Now, hopefully, things are settling down, and you can get to the business of lovin’ up this baby. Everyone leaves the room, andBreastfeeding baby, hunger cues you (or you and your partner) are now alone with this baby. Like all by yourself alone. And that little tiny, cute and squishy baby starts to wail. Ok, you tell yourself. I got this. I know what to do. You think I am going to put this little baby on my chest and it is going to immediately calm down, and then it is going to latch on to my breast and suck and be happy. And sometimes this happens! It did with my second son.

What Really Happens

But sometimes all of those people leave the room, and then you have a wailing baby. That does. not. stop wailing. Sometimes you have that baby on your chest, and you are doing everything that you read to do and watched videos about, and the nurse showed you how to do, and you still have a wailing baby who won’t for the life of you latch onto your breast. You are desperately trying to figure out what to do. You push the call button. You have your partner help you with trying to position this baby which all of a sudden seems like it grew ten flailing arms and legs. You cry because you have a gazillion hormones rushing through your body and this is nothing like you had planned it to be like. This is how it went with my first son.   My dear, dear first son. He nearly was the end of me those first nine years (he is now nine and a half).

Now I am going to say that one of my beautiful offspring was pretty laid back and so I had a little time to read his hunger cues and get him latched on and avoid total meltdowns from all parties involved.

0-60 in .001 sec

And my other beautiful child seemed to give me about .001 seconds from his hunger cues to needing to be fed.

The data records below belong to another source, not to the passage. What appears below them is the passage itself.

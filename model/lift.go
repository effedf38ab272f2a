package model

// LiftEffect is the model's estimate of what a lift test of channel k over
// weeks [from, to] (inclusive, indices of the design) measures: the KPI
// caused inside the window by the channel's spend there,
//
//	β Σ_{t∈W} [ sat(adstock(x))_t − sat(adstock(x⁰))_t ],
//
// with x⁰ the channel's spend with the weeks of W zeroed. Carryover of the
// window's spend after the window is not counted, as an experiment that
// compares the test period only does not see it; spend before the window
// carries into it in both terms and cancels.
func (d *Design) LiftEffect(k int, cp ChannelParams, from, to int) float64 {
	if from < 0 || to >= d.N || from > to {
		panic("model: LiftEffect: window out of range")
	}
	if cp.Beta == 0 && cp.Effect == nil {
		return 0
	}
	m := d.Media(make([]float64, d.N), k, cp)
	m0 := d.withSpendZeroed(k, from, to).Media(make([]float64, d.N), k, cp)
	var s float64
	for t := from; t <= to; t++ {
		s += cp.BetaAt(t) * (m[t] - m0[t])
	}
	return s
}
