package model

import (
	"math/rand/v2"
	"testing"
)

// BenchmarkEffect compares the constant and the all-drifting model on the
// 156×6 bench panel: one full fit (6 starts, one worker; the drifting one
// includes its constant pilot) and 1000 bootstrap-style refits (residuals
// resampled with a seeded stream, warm start from the full fit, the full
// fit's priors and σ, as uncertainty's replicates refit). drifting2 has
// two of the six channels drifting (what the evidence typically names),
// drifting all six. The goal is the drifting model within 3× the constant
// one.
//
//	go test ./model -run '^$' -bench Effect -benchtime 1x -count 5 -cpu 2
//
// refits is the replicates per iteration of the refits benchmark.
var refits = 1000

func BenchmarkEffect(b *testing.B) {
	for _, v := range []struct {
		name     string
		drifting []string
	}{{"constant", nil}, {"drifting2", []string{"ch00", "ch03"}}, {"drifting", []string{"all"}}} {
		name := v.name
		d, y := benchWorld(b, 156, 6)
		if v.drifting != nil {
			var err error
			if d, err = d.WithDrifting(v.drifting); err != nil {
				b.Fatal(err)
			}
		}
		b.Run(name+"/fit", func(b *testing.B) {
			for range b.N {
				if _, err := d.Fit(y, FitSettings{Seed: 1, Workers: 1}); err != nil {
					b.Fatal(err)
				}
			}
		})
		b.Run(name+"/refits1000", func(b *testing.B) {
			full, err := d.Fit(y, FitSettings{Seed: 1, Workers: 1})
			if err != nil {
				b.Fatal(err)
			}
			b.ResetTimer()
			for range b.N {
				for i := range refits {
					rng := rand.New(rand.NewPCG(7, uint64(i)))
					ys := make([]float64, d.N)
					for t := range ys {
						ys[t] = full.Fitted[t] + full.Residuals[rng.IntN(d.N)]
					}
					warm := full.Params.Clone()
					if _, err := d.Fit(ys, FitSettings{Warm: &warm, Priors: full.Priors, NoiseSD: full.NoiseSD}); err != nil {
						b.Fatal(err)
					}
				}
			}
		})
	}
}
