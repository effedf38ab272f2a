package model

import (
	"math"
	"testing"
)

// The horizon response, its derivative (marginal ROI) and the ROI of
// Summarize against package groundtruth, which computes them from the
// formulas apart from this package (direct convolution, the full carryover
// tail, a central difference; itself cross-checked live against NumPy).
// Tolerances: the ROI is the same sum, 1e-9 relative. The curve stops
// counting carryover once the kernel falls below 0.1% of its peak; what it
// leaves out is at most that share of a week's media per remaining week,
// so the response and the marginal ROI agree to 0.5% for these decays
// (measured at most 0.022% and 0.085%) and to 1e-9 for the delayed kernel,
// which both count in full.
func TestResponseAgainstGroundTruth(t *testing.T) {
	sim := simulateFile(t, "testdata/truth_recovery.yaml")
	// Add a delayed and an exponential channel's view of the same spend.
	spec := sim.Truth.Spec()
	d, err := NewDesign(sim.Panel, spec)
	if err != nil {
		t.Fatal(err)
	}
	for _, alt := range []struct {
		adstock, sat string
		peak         float64
	}{{AdstockGeometric, SaturationHill, 0}, {AdstockDelayed, SaturationHill, 1.5}, {AdstockGeometric, SaturationExponential, 0}} {
		dd := *d
		dd.Spec.Channels = append([]ChannelSpec(nil), d.Spec.Channels...)
		p := sim.Params.Clone()
		for k := range dd.Spec.Channels {
			dd.Spec.Channels[k].Adstock, dd.Spec.Channels[k].Saturation = alt.adstock, alt.sat
			if alt.adstock == AdstockDelayed {
				dd.Spec.Channels[k].MaxLag = 10
				p.Channels[k].Peak = alt.peak
			}
			if alt.sat == SaturationExponential {
				p.Channels[k].Shape = 0
			} else if p.Channels[k].Shape == 0 {
				p.Channels[k].Shape = 1.3
			}
		}
		w := TrueWorld(&dd, p)
		tol := 5e-3
		if alt.adstock == AdstockDelayed {
			tol = 1e-9
		}
		sum := dd.Summarize(p, 1)
		cur := dd.CurrentSpend()
		for k, cp := range p.Channels {
			if got, want := sum[k].ROI, w.ROI(k); math.Abs(got-want) > 1e-9*want || want <= 0 {
				t.Errorf("%s/%s channel %d: ROI %.10g, truth %.10g", alt.adstock, alt.sat, k, got, want)
			}
			cv := dd.NewCurve(k, cp, dd.Spec.Horizon)
			for _, f := range []float64{0.25, 1, 3} {
				s := f * cur[k]
				r, dr := cv.Eval(s)
				wr, wm := w.Response(k, s), w.MarginalROI(k, s)
				mroi := dr / float64(dd.Spec.Horizon)
				if math.Abs(r-wr) > tol*wr || wr <= 0 {
					t.Errorf("%s/%s channel %d at %.3g: response %.10g, truth %.10g", alt.adstock, alt.sat, k, s, r, wr)
				}
				if math.Abs(mroi-wm) > math.Max(tol, 1e-6)*wm || wm <= 0 {
					t.Errorf("%s/%s channel %d at %.3g: marginal ROI %.10g, truth %.10g", alt.adstock, alt.sat, k, s, mroi, wm)
				}
			}
		}
	}
}
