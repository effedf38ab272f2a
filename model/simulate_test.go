package model

import (
	"math"
	"strings"
	"testing"
)

// A drift that starts late: the simulated effectiveness path is flat until
// drift_start_week and then ramps linearly to 1 + drift, by the stated
// formula β(t) = β·(1 + drift·max(0, t−s)/(n−1−s)), checked week by week.
func TestSimulateLateDrift(t *testing.T) {
	tr := &Truth{Seed: 2, Weeks: 60, Intercept: 1000, NoiseSD: 0.01, Channels: []TrueChannel{
		{Name: "a", MeanSpend: 100, Decay: 0.3, HalfSat: 1, Beta: 500, Drift: -0.4, DriftStart: 40},
	}}
	sim, err := Simulate(tr)
	if err != nil {
		t.Fatal(err)
	}
	for i, v := range sim.EffectPath[0] {
		want := 500.0
		if i > 40 {
			want = 500 * (1 - 0.4*float64(i-40)/19)
		}
		if math.Abs(v-want) > 1e-9 {
			t.Fatalf("week %d: β %g, want %g", i, v, want)
		}
	}
	tr.Channels[0].DriftStart = 59
	if _, err := Simulate(tr); err == nil || !strings.Contains(err.Error(), "drift_start_week") {
		t.Errorf("a drift starting in the last week: %v, want an error naming drift_start_week", err)
	}
}
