package model

import (
	"fmt"
	"math"
)

// Effectiveness kinds of a channel (ChannelSpec.Effectiveness).
const (
	// EffectConstant is one coefficient β over the whole history (the default).
	EffectConstant = "constant"
	// EffectDrifting lets the coefficient move smoothly over the history:
	// β(t) = Σ_j b_j B_j(t), B_j a clamped cubic B-spline basis over the
	// weeks of the fit (non-negative, summing to one), b_j ≥ 0 solved by the
	// fit's non-negative least squares, and each step b_{j+1} − b_j held
	// back by a Gaussian prior (a first-difference penalty, so with no
	// evidence the coefficient stays flat). The horizon response uses the
	// effectiveness at the end of the history, β(T) = b_J.
	EffectDrifting = "drifting"
	// EffectSeasonal lets the coefficient follow the yearly season: β(t) =
	// Σ_j b_j P_j(t), P_j a periodic cubic B-spline basis over the season's
	// period (Spec.Period), b_j ≥ 0, each cyclic step held back by the same
	// Gaussian prior. The horizon response takes each future week's
	// coefficient from the season it falls in.
	EffectSeasonal = "seasonal"
)

// Defaults of the drifting option (common practice, no source). Six
// basis functions over three years put a knot every year or so: enough
// for a steady rise or fall and a bend, too few to chase a quarter's
// noise. The step prior's SD is 20% of the channel's constant-model
// coefficient per step, so over the five steps of the default basis a
// change of about ±45% (√5 × 20%) is one prior SD: a doubling is possible
// when the data insist, a wiggle is not.
const (
	DefaultEffectBasis = 6
	DefaultEffectStep  = 0.2
)

// Drifting reports whether channel c's effectiveness drifts over the history.
func (c *ChannelSpec) Drifting() bool { return c.Effectiveness == EffectDrifting }

// Seasonal reports whether channel c's effectiveness follows the season.
func (c *ChannelSpec) Seasonal() bool { return c.Effectiveness == EffectSeasonal }

// Varying reports whether channel c's effectiveness is not constant.
func (c *ChannelSpec) Varying() bool { return c.Drifting() || c.Seasonal() }

// numColumns is the number of linear coefficients of channel c: one, or
// one per basis function when its effectiveness varies.
func (c *ChannelSpec) numColumns() int {
	if c.Varying() {
		return c.EffectBasis
	}
	return 1
}

// columnLayout returns the first linear column of each channel and the
// total number of media columns.
func (s *Spec) columnLayout() (first []int, total int) {
	first = make([]int, len(s.Channels))
	for k := range s.Channels {
		first[k] = total
		total += s.Channels[k].numColumns()
	}
	return first, total
}

// AnyDrifting reports whether any channel of s has an effectiveness that
// is not constant (drifting or seasonal).
func (s *Spec) AnyDrifting() bool {
	for i := range s.Channels {
		if s.Channels[i].Varying() {
			return true
		}
	}
	return false
}

// SetDrifting switches the named channels ("all" for every one) to a
// drifting effectiveness with the default basis and step prior, keeping
// any basis size or step the spec already sets. It returns an error naming
// a channel that is not in the spec.
func (s *Spec) SetDrifting(names []string) error {
	return s.setEffect(names, EffectDrifting)
}

// SetSeasonal is SetDrifting for a seasonal effectiveness.
func (s *Spec) SetSeasonal(names []string) error {
	return s.setEffect(names, EffectSeasonal)
}

func (s *Spec) setEffect(names []string, kind string) error {
	for _, n := range names {
		found := false
		for i := range s.Channels {
			c := &s.Channels[i]
			if n == "all" || c.Name == n {
				c.Effectiveness = kind
				found = true
			}
		}
		if !found {
			return fmt.Errorf("%s channel %q is not among the model's channels %v", kind, n, s.ChannelNames())
		}
	}
	s.fill()
	return nil
}

// validateEffect checks a channel's effectiveness settings.
func (c *ChannelSpec) validateEffect(field string) error {
	switch c.Effectiveness {
	case EffectConstant, "":
	case EffectDrifting, EffectSeasonal:
		if c.EffectBasis < 4 || c.EffectBasis > 20 {
			return fmt.Errorf("%s.effect_basis: %d must be between 4 and 20", field, c.EffectBasis)
		}
		if !(c.EffectStep > 0 && c.EffectStep <= 10) {
			return fmt.Errorf("%s.effect_step: %g must be positive and at most 10", field, c.EffectStep)
		}
	default:
		return fmt.Errorf("%s.effectiveness: %q is not one of constant, drifting, seasonal", field, c.Effectiveness)
	}
	return nil
}

// fillEffect sets the effectiveness defaults of a channel.
func (c *ChannelSpec) fillEffect() {
	if c.Effectiveness == "" {
		c.Effectiveness = EffectConstant
	}
	if c.Varying() {
		if c.EffectBasis == 0 {
			c.EffectBasis = DefaultEffectBasis
		}
		if c.EffectStep == 0 {
			c.EffectStep = DefaultEffectStep
		}
	}
}

// BSpline returns the J values B_0(u) … B_{J−1}(u) of the clamped cubic
// B-spline basis on [0, 1] with J−4 equally spaced interior knots (J ≥ 4),
// by the Cox–de Boor recursion. The values are non-negative and sum to
// one; at u = 1 only the last is non-zero (it equals 1), at u = 0 only the
// first. u outside [0, 1] is clamped.
func BSpline(J int, u float64) []float64 {
	if J < 4 {
		panic("model: BSpline needs at least 4 basis functions")
	}
	const p = 3
	u = math.Min(1, math.Max(0, u))
	knots := make([]float64, J+p+1)
	inner := J - p // number of knot intervals
	for i := range knots {
		switch {
		case i <= p:
			knots[i] = 0
		case i >= J:
			knots[i] = 1
		default:
			knots[i] = float64(i-p) / float64(inner)
		}
	}
	// The knot interval holding u (the last one for u = 1).
	span := p
	for span < J-1 && u >= knots[span+1] {
		span++
	}
	// Degree-0 values on the spans, raised degree by degree.
	n := make([]float64, J+p)
	n[span] = 1
	for deg := 1; deg <= p; deg++ {
		for i := 0; i < J+p-deg; i++ {
			var v float64
			if d := knots[i+deg] - knots[i]; d > 0 {
				v += (u - knots[i]) / d * n[i]
			}
			if d := knots[i+deg+1] - knots[i+1]; d > 0 {
				v += (knots[i+deg+1] - u) / d * n[i+1]
			}
			n[i] = v
		}
	}
	return n[:J]
}

// effectBasis returns the basis of a channel with J functions over n
// weeks: [j][t] = B_j(t/(n−1)).
func effectBasis(J, n int) [][]float64 {
	out := make([][]float64, J)
	for j := range out {
		out[j] = make([]float64, n)
	}
	for t := range n {
		b := BSpline(J, float64(t)/float64(max(n-1, 1)))
		for j, v := range b {
			out[j][t] = v
		}
	}
	return out
}

// PeriodicBSpline returns the J values of the periodic cubic B-spline
// basis on the circle [0, 1) with J equally spaced knots (J ≥ 4): P_j(u) =
// N((uJ − j) mod J), N the uniform cubic B-spline on [0, 4). The values
// are non-negative and sum to one at every u.
func PeriodicBSpline(J int, u float64) []float64 {
	if J < 4 {
		panic("model: PeriodicBSpline needs at least 4 basis functions")
	}
	u -= math.Floor(u)
	out := make([]float64, J)
	for j := range out {
		x := math.Mod(u*float64(J)-float64(j), float64(J))
		if x < 0 {
			x += float64(J)
		}
		out[j] = cardinalCubic(x)
	}
	return out
}

// cardinalCubic is the uniform cubic B-spline with knots 0, 1, 2, 3, 4.
func cardinalCubic(x float64) float64 {
	switch {
	case x < 0 || x >= 4:
		return 0
	case x < 1:
		return x * x * x / 6
	case x < 2:
		return (-3*x*x*x + 12*x*x - 12*x + 4) / 6
	case x < 3:
		return (3*x*x*x - 24*x*x + 60*x - 44) / 6
	default:
		y := 4 - x
		return y * y * y / 6
	}
}

// channelBasis is channel c's basis over the design's n weeks: [j][t].
func (s *Spec) channelBasis(c *ChannelSpec, n int) [][]float64 {
	if c.Seasonal() {
		out := make([][]float64, c.EffectBasis)
		for j := range out {
			out[j] = make([]float64, n)
		}
		for t := range n {
			for j, v := range PeriodicBSpline(c.EffectBasis, float64(t)/s.Period) {
				out[j][t] = v
			}
		}
		return out
	}
	return effectBasis(c.EffectBasis, n)
}

// EffectWeights are the basis weights of a varying effectiveness: β(t) =
// Σ_j Weights[j] B_j(t), with the clamped basis over Weeks weeks
// (drifting), or the periodic basis of Period weeks (seasonal, Period > 0).
type EffectWeights struct {
	Weights []float64 `json:"weights"`
	Weeks   int       `json:"weeks"`
	Period  float64   `json:"period,omitempty"`
}

// BetaAt is the channel's coefficient in week t of the design it was
// fitted on: Beta for a constant effectiveness; for a drifting one Σ_j
// b_j B_j(t/(W−1)), W = Effect.Weeks, held at its last value after week W−1
// (a fit on the first weeks of a panel predicts the later ones with the
// effectiveness it ended on).
func (cp *ChannelParams) BetaAt(t int) float64 {
	e := cp.Effect
	if e == nil || len(e.Weights) == 0 {
		return cp.Beta
	}
	var s float64
	if e.Period > 0 {
		// Seasonal: the week's place in the season, also beyond the data.
		for j, v := range PeriodicBSpline(len(e.Weights), float64(t)/e.Period) {
			s += e.Weights[j] * v
		}
		return s
	}
	if e.Weeks < 2 {
		return cp.Beta
	}
	u := math.Min(1, float64(t)/float64(e.Weeks-1))
	for j, v := range BSpline(len(e.Weights), u) {
		s += e.Weights[j] * v
	}
	return s
}

// EffectPath returns channel k's coefficient β_k(t) in every week of the
// design (constant for a constant effectiveness).
func (d *Design) EffectPath(p Params, k int) []float64 {
	cp := p.Channels[k]
	out := make([]float64, d.N)
	if cp.Effect == nil {
		for t := range out {
			out[t] = cp.Beta
		}
		return out
	}
	for t := range out {
		out[t] = cp.BetaAt(t)
	}
	return out
}

// effectRow is a prior row on one step of a drifting channel's basis
// weights: weight·(0 − (b_hi − b_lo)), weight = σ/τ with τ the step's
// prior SD. It is linear in the weights and does not depend on θ.
type effectRow struct {
	lo, hi int // linear columns
	weight float64
}

// effectRows lays out the step priors of every drifting channel whose
// prior SD (ChannelPriors.Step) is set.
func (d *Design) effectRows(pri Priors, sigma float64) []effectRow {
	first, _ := d.Spec.columnLayout()
	var out []effectRow
	for k := range d.Spec.Channels {
		c := &d.Spec.Channels[k]
		if !c.Varying() || pri == nil || !(pri[k].Step > 0) {
			continue
		}
		steps := c.EffectBasis - 1
		if c.Seasonal() {
			steps = c.EffectBasis // the last step wraps round to the first
		}
		for j := range steps {
			out = append(out, effectRow{lo: first[k] + j, hi: first[k] + (j+1)%c.EffectBasis, weight: sigma / pri[k].Step})
		}
	}
	return out
}

// resolveSteps returns pri with the step prior of every drifting channel
// that has none set: EffectStep times the channel's coefficient in a
// constant-effectiveness fit of y (the pilot, with the same settings), or
// times the mean of the other channels' when that coefficient is zero. pri
// may be nil (a fit without priors): the result then holds only the step
// priors. The second result is the pilot fit (nil when none was needed).
func (d *Design) resolveSteps(y []float64, rows []int, lifts []Lift, pri Priors, set FitSettings) (Priors, *FitResult, error) {
	need := false
	for k := range d.Spec.Channels {
		if d.Spec.Channels[k].Varying() && (pri == nil || !(pri[k].Step > 0)) {
			need = true
		}
	}
	if !need {
		return pri, nil, nil
	}
	flat := *d
	flat.Spec = d.Spec.Constant()
	fr, err := fitExtended(&flat, y, rows, lifts, set)
	if err != nil {
		return nil, nil, err
	}
	out := make(Priors, len(d.Spec.Channels))
	if pri != nil {
		copy(out, pri)
	} else {
		// No priors but the steps': zero SDs are no prior (varpro.Prior).
		for k := range d.Spec.Channels {
			c := &d.Spec.Channels[k]
			if c.Adstock == AdstockDelayed {
				out[k].Peak = &Normal{}
			}
			if c.Saturation == SaturationHill {
				out[k].Shape = &Normal{}
			}
		}
	}
	var sum float64
	var cnt int
	for _, cp := range fr.Params.Channels {
		if cp.Beta > 0 {
			sum += cp.Beta
			cnt++
		}
	}
	for k := range d.Spec.Channels {
		c := &d.Spec.Channels[k]
		if !c.Varying() || out[k].Step > 0 {
			continue
		}
		b := fr.Params.Channels[k].Beta
		if !(b > 0) && cnt > 0 {
			b = sum / float64(cnt)
		}
		if !(b > 0) {
			b = 1
		}
		out[k].Step = c.EffectStep * b
	}
	return out, fr, nil
}

// Constant returns a copy of s with every channel's effectiveness constant.
func (s Spec) Constant() Spec {
	c := s
	c.Channels = append([]ChannelSpec(nil), s.Channels...)
	for i := range c.Channels {
		c.Channels[i].Effectiveness = EffectConstant
	}
	return c
}

// WithDrifting returns a shallow copy of d whose named channels ("all" for
// every one) have a drifting effectiveness; the data, lift tests and
// scaling are shared.
func (d *Design) WithDrifting(names []string) (*Design, error) {
	c := *d
	c.Spec.Channels = append([]ChannelSpec(nil), d.Spec.Channels...)
	if err := c.Spec.SetDrifting(names); err != nil {
		return nil, err
	}
	return &c, nil
}

// WithSeasonal is WithDrifting for a seasonal effectiveness.
func (d *Design) WithSeasonal(names []string) (*Design, error) {
	c := *d
	c.Spec.Channels = append([]ChannelSpec(nil), d.Spec.Channels...)
	if err := c.Spec.SetSeasonal(names); err != nil {
		return nil, err
	}
	return &c, nil
}

// WithConstant returns a shallow copy of d with every channel's
// effectiveness constant.
func (d *Design) WithConstant() *Design {
	c := *d
	c.Spec = d.Spec.Constant()
	return &c
}

// EffectChange is a drifting channel's effectiveness in the last week over
// its mean over the weeks of the fit (1 for a constant one): above 1 the
// channel works better now than on average in the history.
func (d *Design) EffectChange(p Params, k int) float64 {
	path := d.EffectPath(p, k)
	var m float64
	for _, v := range path {
		m += v
	}
	m /= float64(len(path))
	if !(m > 0) {
		return 1
	}
	return path[len(path)-1] / m
}

// SeasonLift is a seasonal channel's mean coefficient over the next
// horizon over its mean over the year (1 for any other channel): above 1
// the coming weeks are in the channel's better season.
func (d *Design) SeasonLift(p Params, k int) float64 {
	cp := p.Channels[k]
	if cp.Effect == nil || cp.Effect.Period <= 0 {
		return 1
	}
	var year float64
	const steps = 520
	for i := range steps {
		u := float64(i) / steps
		for j, v := range PeriodicBSpline(len(cp.Effect.Weights), u) {
			year += cp.Effect.Weights[j] * v
		}
	}
	year /= steps
	if !(year > 0) {
		return 1
	}
	return cp.Beta / year // Beta is the mean over the next horizon
}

I am not sure I have much advice if you have a child that goes from 0-60 in .001 seconds. Except to stay calm. I wasn’t very good at that. Honestly, I am still not very good at that.

Luckily, if you have a baby that gives you cues with enough time that you can settle in to feed her, then you can likely avoid a total meltdown, at least some of the time. And if you have a baby who is more than about 6 hours old, you know that it is much easier to feed a calm baby than a screaming one.

How Often Should Your Baby Eat?

First of all, if at all possible, get out of your head the idea that your baby needs to eat (or you need to feed) your baby every two hours. If you are a type A personality, like me, you will believe this like it is law and come hell or high water you will feed that baby every two hours. Or you might have fed that baby 30 min ago and then not feed it again for another hour and a half because the baby eats every two hours, dammit. This is not the best schedule to feed your baby. At least not at first.

Think about all other mammals on earth. Do they set a timer for two hours and feed their babies every time it goes off? Of course not. Their babies eat when they are hungry. Sometimes this means they eat at half-hour intervals for three hours and then go for three hours without eating. This is NORMAL! If your baby is particularly sleepy, you might need to wake it up to feed. A good rule of thumb is to feed your baby 8-12 times (or more depending on the length and quality of the feeding) in 24 hours.

Hunger Cues

The best thing you can do for the first several weeks is to feed your baby when it is hungry.   So how do I know if said baby is hungry, you ask. What are these cues that you speak of? Well, besides the obvious frantic crying and screaming like the world is ending… If at all possible the goal is to feed your baby before you get to this point. (And if you have gotten to this point the best thing to do is try to calm the baby down a little, or the baby will just suck in all kinds of air while it eats, or it won’t latch well. It’s amazing how incredibly desperate you get when your baby is screaming!)

Early hunger cues:

  • The baby is sucking its hands, fists, finger, tongue, or anything that gets near its mouth.
  • Lip smacking or licking its lips

Later hunger cues:

  • Your baby turning its head toward your chest or looking for your breast (this is called rooting, and the baby will do this to whoever is holding him!)
  • Your baby makes sucking motion with its mouth and makes sucking sounds.
  • Your baby is starting to fuss.
  • Your baby is getting squirmy. This often comes with the fussing.
  • Your baby has flexed, rigid arms and legs.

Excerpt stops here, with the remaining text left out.